La dépouille de l'ex-roi du Burundi reste aux pompes funèbres

La dépouille de l'ex-roi du Burundi, exhumée en 2012 du cimetière de Meyrin (GE) pour être rapatriée en Afrique, reste entreposée aux pompes funèbres. Dans un jugement écrit, la justice genevoise n'a pas statué sur son sort.

"Le juge du Tribunal civil a rejeté la requête de ma cliente qui demandait que la dépouille de son oncle soit réinhumée à Meyrin. Il considère que cela ne fait pas partie de la cessation du trouble, mais sans dire pourquoi", a expliqué jeudi à l'ats Vincent Spira. L'avocat d'une des nièces du monarque venait de recevoir le jugement écrit daté du 5 juin.

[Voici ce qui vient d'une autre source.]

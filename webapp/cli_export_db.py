"""``rondo export --date YYYY-MM-DD --format ics|gpx|csv [--data DIR]``: a stored day as a file.

It reads the plan ``rondo serve --data DIR`` stored and keeps the same calendar memory as the
page's downloads: SEQUENCE and cancellations continue from whichever exported last.
"""

from __future__ import annotations

import os
import sys
from pathlib import Path

from solver.errors import InvalidInput

from .errors import NotFound

__all__ = ["prepare_export", "run_export_db", "DEFAULT_DATA_DIR", "DEFAULT_TZ"]

DEFAULT_DATA_DIR = "instance"  # the default of ``rondo serve --data``
DEFAULT_TZ = "Europe/Vienna"  # the stops-CSV form's zone when --tz is left out
EXIT_BAD_INPUT = 2


def prepare_export(args) -> bool:
    """True for the stored-day form; the stops-CSV form gets its old defaults back.

    Exactly one source: a stops CSV ``file``, or ``--date`` (with ``--data``) for a stored day.
    """
    if args.file is not None:
        if args.data is not None:
            raise InvalidInput(f"give a stops CSV ({args.file!r}) or --data {args.data!r} with "
                               "--date, not both", field="--data", value=args.data)
        args.tz = DEFAULT_TZ if args.tz is None else args.tz
        args.sequence = 0 if args.sequence is None else args.sequence
        return False
    if not args.date:
        raise InvalidInput("give a stops CSV file, or --date YYYY-MM-DD to export the plan "
                           "stored by `rondo serve` (in --data DIR, default ./instance)",
                           field="file", value=None)
    for option, value in (("--tz", args.tz), ("--sequence", args.sequence)):
        if value is not None:
            raise InvalidInput(f"{option} {value!r} applies to a stops CSV only; a stored day "
                               "uses its settings' time zone and keeps its own SEQUENCE",
                               field=option, value=value)
    return True


def run_export_db(args) -> int:
    """Write the stored day ``args.date`` as ``args.format``; 2 with one line when it cannot."""
    from . import create_app, plan_exports
    from .db import DatabaseTooNew, connect
    from .fields import parse_date

    date = parse_date(args.date, field="--date")
    data_dir = os.path.abspath(args.data or DEFAULT_DATA_DIR)
    if not (Path(data_dir, "rondo.sqlite").exists() or Path(data_dir, "config.py").exists()):
        raise InvalidInput(f"--data {data_dir!r} holds no Rondo database (rondo.sqlite); give "
                           "the folder `rondo serve --data` uses", field="--data", value=data_dir)
    try:
        app = create_app(instance_path=data_dir)
    except DatabaseTooNew as exc:
        print(f"rondo: {exc}", file=sys.stderr)
        return EXIT_BAD_INPUT
    conn = connect(app.config["DATABASE"])
    try:
        export = plan_exports.day_file(conn, date, args.format, include_travel=args.travel,
                                       alarm_min=args.alarm)
    except NotFound as missing:
        print(f"rondo: {missing}", file=sys.stderr)
        return EXIT_BAD_INPUT
    finally:
        conn.close()
    if args.output:
        Path(args.output).write_bytes(export.data)
        revision = "" if export.sequence is None else f" (calendar SEQUENCE {export.sequence})"
        print(f"rondo: wrote {args.output}{revision}", file=sys.stderr)
    else:
        sys.stdout.buffer.write(export.data)
        sys.stdout.flush()
    return 0
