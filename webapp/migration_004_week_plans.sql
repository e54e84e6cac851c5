-- Migration step 4: week plans. Which clients are due in the week named by its Monday, on
-- which working days, with which caps and pins; and every week solve with what went in and
-- what came out. The chosen visits of each day live in day_plans / plan_choices as before.

CREATE TABLE week_plans (
    id            INTEGER PRIMARY KEY,
    monday        TEXT    NOT NULL UNIQUE
                          CHECK (monday GLOB '[0-9][0-9][0-9][0-9]-[0-9][0-9]-[0-9][0-9]'),
    -- Caps for every working day; NULL = no cap.
    max_visits    INTEGER CHECK (max_visits IS NULL OR max_visits >= 1),
    max_work_min  REAL    CHECK (max_work_min IS NULL OR (max_work_min > 0 AND max_work_min <= 1440)),
    created_at    TEXT    NOT NULL DEFAULT (strftime('%Y-%m-%dT%H:%M:%SZ', 'now')),
    updated_at    TEXT    NOT NULL DEFAULT (strftime('%Y-%m-%dT%H:%M:%SZ', 'now'))
);

-- The working days of the week (0 = Monday .. 6 = Sunday).
CREATE TABLE week_days (
    week_id     INTEGER NOT NULL REFERENCES week_plans (id) ON DELETE CASCADE,
    weekday     INTEGER NOT NULL CHECK (weekday BETWEEN 0 AND 6),
    PRIMARY KEY (week_id, weekday)
);

-- The clients due: how many visits, at least how many working days apart, an optional pin.
CREATE TABLE week_clients (
    week_id       INTEGER NOT NULL REFERENCES week_plans (id) ON DELETE CASCADE,
    client_id     INTEGER NOT NULL REFERENCES clients (id),
    visits        INTEGER NOT NULL DEFAULT 1 CHECK (visits BETWEEN 1 AND 7),
    min_gap_days  INTEGER NOT NULL DEFAULT 1 CHECK (min_gap_days BETWEEN 1 AND 6),
    pin_weekday   INTEGER CHECK (pin_weekday IS NULL OR pin_weekday BETWEEN 0 AND 6),
    added_late    INTEGER NOT NULL DEFAULT 0 CHECK (added_late IN (0, 1)),
    PRIMARY KEY (week_id, client_id)
);

-- Every week solve ('week': the whole week worked out; 'move': a visit moved by hand).
CREATE TABLE week_solves (
    id              INTEGER PRIMARY KEY,
    week_id         INTEGER NOT NULL REFERENCES week_plans (id) ON DELETE CASCADE,
    kind            TEXT    NOT NULL CHECK (kind IN ('week', 'move')),
    solved_at       TEXT    NOT NULL DEFAULT (strftime('%Y-%m-%dT%H:%M:%SZ', 'now')),
    proven_optimal  INTEGER NOT NULL CHECK (proven_optimal IN (0, 1)),
    method          TEXT    NOT NULL,
    total_km        REAL    NOT NULL,
    total_drive_min REAL    NOT NULL,
    lower_bound     REAL,
    gap             REAL,
    bound_note      TEXT    NOT NULL DEFAULT '',
    seconds         REAL    NOT NULL,
    inputs_json     TEXT    NOT NULL,
    result_json     TEXT    NOT NULL
);

-- Which client each solve put on which working day, one row a visit.
CREATE TABLE week_solve_visits (
    solve_id    INTEGER NOT NULL REFERENCES week_solves (id) ON DELETE CASCADE,
    weekday     INTEGER NOT NULL CHECK (weekday BETWEEN 0 AND 6),
    client_id   INTEGER NOT NULL REFERENCES clients (id),
    PRIMARY KEY (solve_id, weekday, client_id)
);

Me Spira va faire appel de cette décision auprès de la Cour civile de la Cour de justice. Le jugement n'étant pas définitif, il a par ailleurs formellement interdit jeudi à l'entreprise des pompes funèbres qui conserve les restes de Mwambutsa IV depuis 2012 de les déplacer.

A la demande de sa demi-soeur, fille dudit roi, et du gouvernement burundais, une Burundaise vivant à Genève a exhumé le corps en vue de le rapatrier dans son pays pour des funérailles nationales. Renversé en 1966 après 50 ans de règne, Mwambutsa IV avait obtenu l'asile en Suisse, où il est mort en 1977. Dans son testament, il exprimait sa volonté de rester enterré à Meyrin.

Des obsèques nationales
Une de ses nièces s'oppose à ce rapatriement. "La princesse, ma cliente, a eu gain de cause sur le fond, a souligné Me Spira. Le Tribunal civil admet qu'elle est assez proche du roi pour agir, que l'exhumation est contraire au droit et qu'il n'y a pas d'intérêt public prépondérant à déplacer la dépouille au Burundi."

Alain Marti, avocat d'autres membres de la famille, livre une autre interprétation: "Même si le tribunal dit qu'il ne peut pas décider ce qu'il faut faire de la dépouille, le jugement remplit les besoins du Burundi, dans la mesure où il lève l'opposition de la nièce et met fin au blocage." Selon ses clients, la princesse n'était pas proche du défunt. "Je me demande quel but elle poursuit."

En mars, Me Marti avait invoqué l'importance, pour le Burundi, d'organiser des obsèques nationales pour l'ex-roi afin de réconcilier un "peuple au bord du gouffre." Ce petit pays de l'Afrique des Grands lacs est sous haute tension depuis la mi-avril en raison de la candidature contestée du président Pierre Nkurunziza à un troisième mandat lors de l'élection du 15 juillet.